(What is being asked)
In every line of the records, look for "parameter", then report how many lines have it and nothing else.

(Listed entries)
*** Block opens ***

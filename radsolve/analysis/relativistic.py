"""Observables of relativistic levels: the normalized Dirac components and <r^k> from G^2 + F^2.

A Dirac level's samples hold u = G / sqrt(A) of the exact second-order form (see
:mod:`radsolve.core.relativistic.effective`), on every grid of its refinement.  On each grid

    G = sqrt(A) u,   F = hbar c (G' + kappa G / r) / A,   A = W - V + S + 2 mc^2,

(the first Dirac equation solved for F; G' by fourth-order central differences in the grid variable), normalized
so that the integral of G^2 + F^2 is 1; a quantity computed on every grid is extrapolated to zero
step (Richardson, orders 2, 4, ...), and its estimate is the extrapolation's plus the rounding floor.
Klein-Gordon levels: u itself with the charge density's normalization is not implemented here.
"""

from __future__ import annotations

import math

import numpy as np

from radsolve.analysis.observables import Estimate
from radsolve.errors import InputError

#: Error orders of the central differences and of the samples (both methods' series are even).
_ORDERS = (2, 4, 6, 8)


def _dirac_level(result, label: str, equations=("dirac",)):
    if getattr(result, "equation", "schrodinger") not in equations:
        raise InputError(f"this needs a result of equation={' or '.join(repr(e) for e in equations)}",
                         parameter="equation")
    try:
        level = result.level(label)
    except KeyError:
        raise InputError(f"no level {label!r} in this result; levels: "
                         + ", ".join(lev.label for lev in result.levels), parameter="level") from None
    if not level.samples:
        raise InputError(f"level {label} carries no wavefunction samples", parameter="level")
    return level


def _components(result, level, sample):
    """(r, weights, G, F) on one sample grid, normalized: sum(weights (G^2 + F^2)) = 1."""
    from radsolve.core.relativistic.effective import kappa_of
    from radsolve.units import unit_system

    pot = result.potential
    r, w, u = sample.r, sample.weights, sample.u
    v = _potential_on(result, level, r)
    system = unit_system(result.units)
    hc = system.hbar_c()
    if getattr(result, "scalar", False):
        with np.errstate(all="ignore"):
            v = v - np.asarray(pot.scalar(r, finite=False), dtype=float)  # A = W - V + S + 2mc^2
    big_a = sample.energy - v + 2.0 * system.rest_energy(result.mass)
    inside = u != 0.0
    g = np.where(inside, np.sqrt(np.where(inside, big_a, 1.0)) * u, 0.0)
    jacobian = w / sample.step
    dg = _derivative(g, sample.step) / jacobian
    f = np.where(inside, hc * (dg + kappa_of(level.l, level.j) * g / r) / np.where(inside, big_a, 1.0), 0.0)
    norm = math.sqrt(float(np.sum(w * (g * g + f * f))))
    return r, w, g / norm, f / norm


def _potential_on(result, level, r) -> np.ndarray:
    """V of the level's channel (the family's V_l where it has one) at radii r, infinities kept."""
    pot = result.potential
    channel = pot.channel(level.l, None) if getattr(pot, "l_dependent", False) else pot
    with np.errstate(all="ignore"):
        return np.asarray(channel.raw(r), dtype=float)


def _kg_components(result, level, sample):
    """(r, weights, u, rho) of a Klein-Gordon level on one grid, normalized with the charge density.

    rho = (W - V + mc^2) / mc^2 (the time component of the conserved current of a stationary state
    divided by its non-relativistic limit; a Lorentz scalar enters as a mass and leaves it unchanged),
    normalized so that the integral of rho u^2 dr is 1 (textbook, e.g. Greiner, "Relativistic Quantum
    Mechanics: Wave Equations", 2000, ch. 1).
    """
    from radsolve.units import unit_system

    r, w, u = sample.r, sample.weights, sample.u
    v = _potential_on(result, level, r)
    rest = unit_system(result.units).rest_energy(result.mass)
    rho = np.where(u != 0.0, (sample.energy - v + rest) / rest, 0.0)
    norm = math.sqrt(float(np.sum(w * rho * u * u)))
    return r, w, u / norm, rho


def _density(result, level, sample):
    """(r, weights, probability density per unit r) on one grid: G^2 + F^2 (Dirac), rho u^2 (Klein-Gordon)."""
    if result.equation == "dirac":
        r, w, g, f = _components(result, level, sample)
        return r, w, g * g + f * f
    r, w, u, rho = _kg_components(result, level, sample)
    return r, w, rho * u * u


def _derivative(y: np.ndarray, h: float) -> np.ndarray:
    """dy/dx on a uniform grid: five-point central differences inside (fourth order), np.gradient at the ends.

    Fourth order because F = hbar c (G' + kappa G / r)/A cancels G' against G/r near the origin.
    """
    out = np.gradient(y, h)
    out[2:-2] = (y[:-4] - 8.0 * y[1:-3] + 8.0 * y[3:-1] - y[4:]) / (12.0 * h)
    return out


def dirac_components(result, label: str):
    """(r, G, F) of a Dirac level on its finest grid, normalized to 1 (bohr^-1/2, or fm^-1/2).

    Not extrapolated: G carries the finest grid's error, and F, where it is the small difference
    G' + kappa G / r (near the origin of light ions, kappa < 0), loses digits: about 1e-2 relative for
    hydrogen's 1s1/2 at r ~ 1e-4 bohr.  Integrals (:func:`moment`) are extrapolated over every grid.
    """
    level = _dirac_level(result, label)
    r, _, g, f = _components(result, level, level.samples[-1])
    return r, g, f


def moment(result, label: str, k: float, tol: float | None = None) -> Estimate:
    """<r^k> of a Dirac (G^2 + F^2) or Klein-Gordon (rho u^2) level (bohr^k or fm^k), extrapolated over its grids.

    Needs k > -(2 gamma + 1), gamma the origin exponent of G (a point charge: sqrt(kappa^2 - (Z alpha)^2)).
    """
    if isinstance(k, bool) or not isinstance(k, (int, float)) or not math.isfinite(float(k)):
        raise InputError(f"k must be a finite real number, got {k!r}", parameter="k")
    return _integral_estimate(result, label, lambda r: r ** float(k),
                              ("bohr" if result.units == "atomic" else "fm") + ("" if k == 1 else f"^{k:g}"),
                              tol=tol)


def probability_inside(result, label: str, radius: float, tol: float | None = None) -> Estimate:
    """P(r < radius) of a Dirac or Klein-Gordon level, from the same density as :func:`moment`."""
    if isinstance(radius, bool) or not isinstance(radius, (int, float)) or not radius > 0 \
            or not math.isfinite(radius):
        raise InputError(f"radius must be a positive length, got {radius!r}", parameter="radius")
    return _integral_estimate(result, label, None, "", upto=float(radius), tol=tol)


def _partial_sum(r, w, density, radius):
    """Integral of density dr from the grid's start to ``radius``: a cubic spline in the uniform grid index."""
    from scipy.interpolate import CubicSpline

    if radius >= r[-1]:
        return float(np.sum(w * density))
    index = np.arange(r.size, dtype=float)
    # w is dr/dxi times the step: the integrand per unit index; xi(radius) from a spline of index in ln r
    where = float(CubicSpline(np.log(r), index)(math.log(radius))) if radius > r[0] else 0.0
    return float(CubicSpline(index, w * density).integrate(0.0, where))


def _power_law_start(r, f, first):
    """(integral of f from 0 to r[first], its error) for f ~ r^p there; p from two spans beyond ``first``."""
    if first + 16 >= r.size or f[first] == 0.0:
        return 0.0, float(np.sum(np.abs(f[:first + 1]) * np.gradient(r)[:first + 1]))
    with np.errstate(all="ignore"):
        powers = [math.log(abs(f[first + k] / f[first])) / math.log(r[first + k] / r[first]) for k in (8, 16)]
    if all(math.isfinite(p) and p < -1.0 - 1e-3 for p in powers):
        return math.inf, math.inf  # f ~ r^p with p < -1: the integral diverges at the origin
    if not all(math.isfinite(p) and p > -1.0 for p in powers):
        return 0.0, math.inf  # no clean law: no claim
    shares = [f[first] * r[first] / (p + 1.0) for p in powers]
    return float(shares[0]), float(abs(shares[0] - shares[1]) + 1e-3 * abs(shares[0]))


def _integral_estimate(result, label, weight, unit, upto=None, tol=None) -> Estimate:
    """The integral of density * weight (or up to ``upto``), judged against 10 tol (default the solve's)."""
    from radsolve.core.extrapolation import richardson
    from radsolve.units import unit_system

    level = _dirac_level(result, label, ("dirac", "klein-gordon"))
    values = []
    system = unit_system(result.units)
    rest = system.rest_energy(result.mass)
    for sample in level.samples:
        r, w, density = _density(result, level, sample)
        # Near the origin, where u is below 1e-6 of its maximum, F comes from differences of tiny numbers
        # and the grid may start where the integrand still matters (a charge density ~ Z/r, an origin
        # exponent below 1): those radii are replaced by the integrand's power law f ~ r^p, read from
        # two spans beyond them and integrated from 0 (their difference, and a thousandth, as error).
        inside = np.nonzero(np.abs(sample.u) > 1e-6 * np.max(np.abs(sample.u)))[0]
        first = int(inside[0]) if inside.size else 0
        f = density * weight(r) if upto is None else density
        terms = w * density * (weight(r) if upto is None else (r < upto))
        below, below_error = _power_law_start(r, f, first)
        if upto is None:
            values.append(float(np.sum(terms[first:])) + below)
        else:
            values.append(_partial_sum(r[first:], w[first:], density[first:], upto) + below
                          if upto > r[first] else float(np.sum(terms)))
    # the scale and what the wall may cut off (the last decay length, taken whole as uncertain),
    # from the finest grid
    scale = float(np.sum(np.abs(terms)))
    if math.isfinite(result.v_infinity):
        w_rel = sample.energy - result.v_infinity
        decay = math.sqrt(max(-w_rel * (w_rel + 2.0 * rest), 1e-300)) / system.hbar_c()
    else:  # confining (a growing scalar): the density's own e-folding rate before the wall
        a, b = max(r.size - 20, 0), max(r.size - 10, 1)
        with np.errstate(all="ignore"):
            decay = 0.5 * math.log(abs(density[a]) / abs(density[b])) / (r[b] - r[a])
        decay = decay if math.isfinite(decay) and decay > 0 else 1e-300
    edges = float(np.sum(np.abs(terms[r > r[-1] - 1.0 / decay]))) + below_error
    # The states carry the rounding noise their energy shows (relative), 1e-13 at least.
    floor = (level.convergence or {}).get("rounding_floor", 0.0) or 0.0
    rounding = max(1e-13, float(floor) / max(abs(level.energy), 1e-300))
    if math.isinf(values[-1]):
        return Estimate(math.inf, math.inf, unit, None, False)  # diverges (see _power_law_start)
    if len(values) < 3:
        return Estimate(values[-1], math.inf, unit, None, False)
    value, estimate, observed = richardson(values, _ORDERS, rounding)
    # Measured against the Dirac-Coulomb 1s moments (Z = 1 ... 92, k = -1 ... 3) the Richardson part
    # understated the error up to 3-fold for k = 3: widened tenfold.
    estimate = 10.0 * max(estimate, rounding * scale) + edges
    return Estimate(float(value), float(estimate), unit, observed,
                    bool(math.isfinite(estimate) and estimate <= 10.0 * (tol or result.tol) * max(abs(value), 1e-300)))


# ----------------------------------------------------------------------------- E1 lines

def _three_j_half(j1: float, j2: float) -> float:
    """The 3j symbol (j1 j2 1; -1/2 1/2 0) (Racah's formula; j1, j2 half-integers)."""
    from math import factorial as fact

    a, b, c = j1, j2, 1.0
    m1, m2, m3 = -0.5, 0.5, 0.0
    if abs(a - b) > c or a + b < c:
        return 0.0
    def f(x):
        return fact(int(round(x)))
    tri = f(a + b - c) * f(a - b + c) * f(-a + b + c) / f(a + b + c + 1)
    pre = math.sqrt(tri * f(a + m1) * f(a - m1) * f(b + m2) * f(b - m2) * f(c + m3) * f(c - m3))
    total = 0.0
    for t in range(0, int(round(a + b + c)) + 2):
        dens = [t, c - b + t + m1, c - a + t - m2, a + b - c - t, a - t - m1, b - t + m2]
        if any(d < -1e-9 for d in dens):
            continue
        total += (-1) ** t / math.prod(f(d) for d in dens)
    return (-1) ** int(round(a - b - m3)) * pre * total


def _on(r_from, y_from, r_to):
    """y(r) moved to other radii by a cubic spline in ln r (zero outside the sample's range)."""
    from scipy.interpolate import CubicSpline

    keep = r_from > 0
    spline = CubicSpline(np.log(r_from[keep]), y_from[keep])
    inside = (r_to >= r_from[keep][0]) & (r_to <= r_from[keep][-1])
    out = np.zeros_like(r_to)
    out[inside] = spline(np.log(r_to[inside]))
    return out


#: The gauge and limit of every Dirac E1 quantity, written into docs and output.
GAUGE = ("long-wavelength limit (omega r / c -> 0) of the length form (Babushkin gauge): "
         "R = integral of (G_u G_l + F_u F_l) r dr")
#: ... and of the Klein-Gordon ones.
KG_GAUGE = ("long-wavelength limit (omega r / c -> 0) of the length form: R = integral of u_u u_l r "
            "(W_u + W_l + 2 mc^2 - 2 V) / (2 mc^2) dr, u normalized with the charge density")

*** Block closes ***

(Task response)
5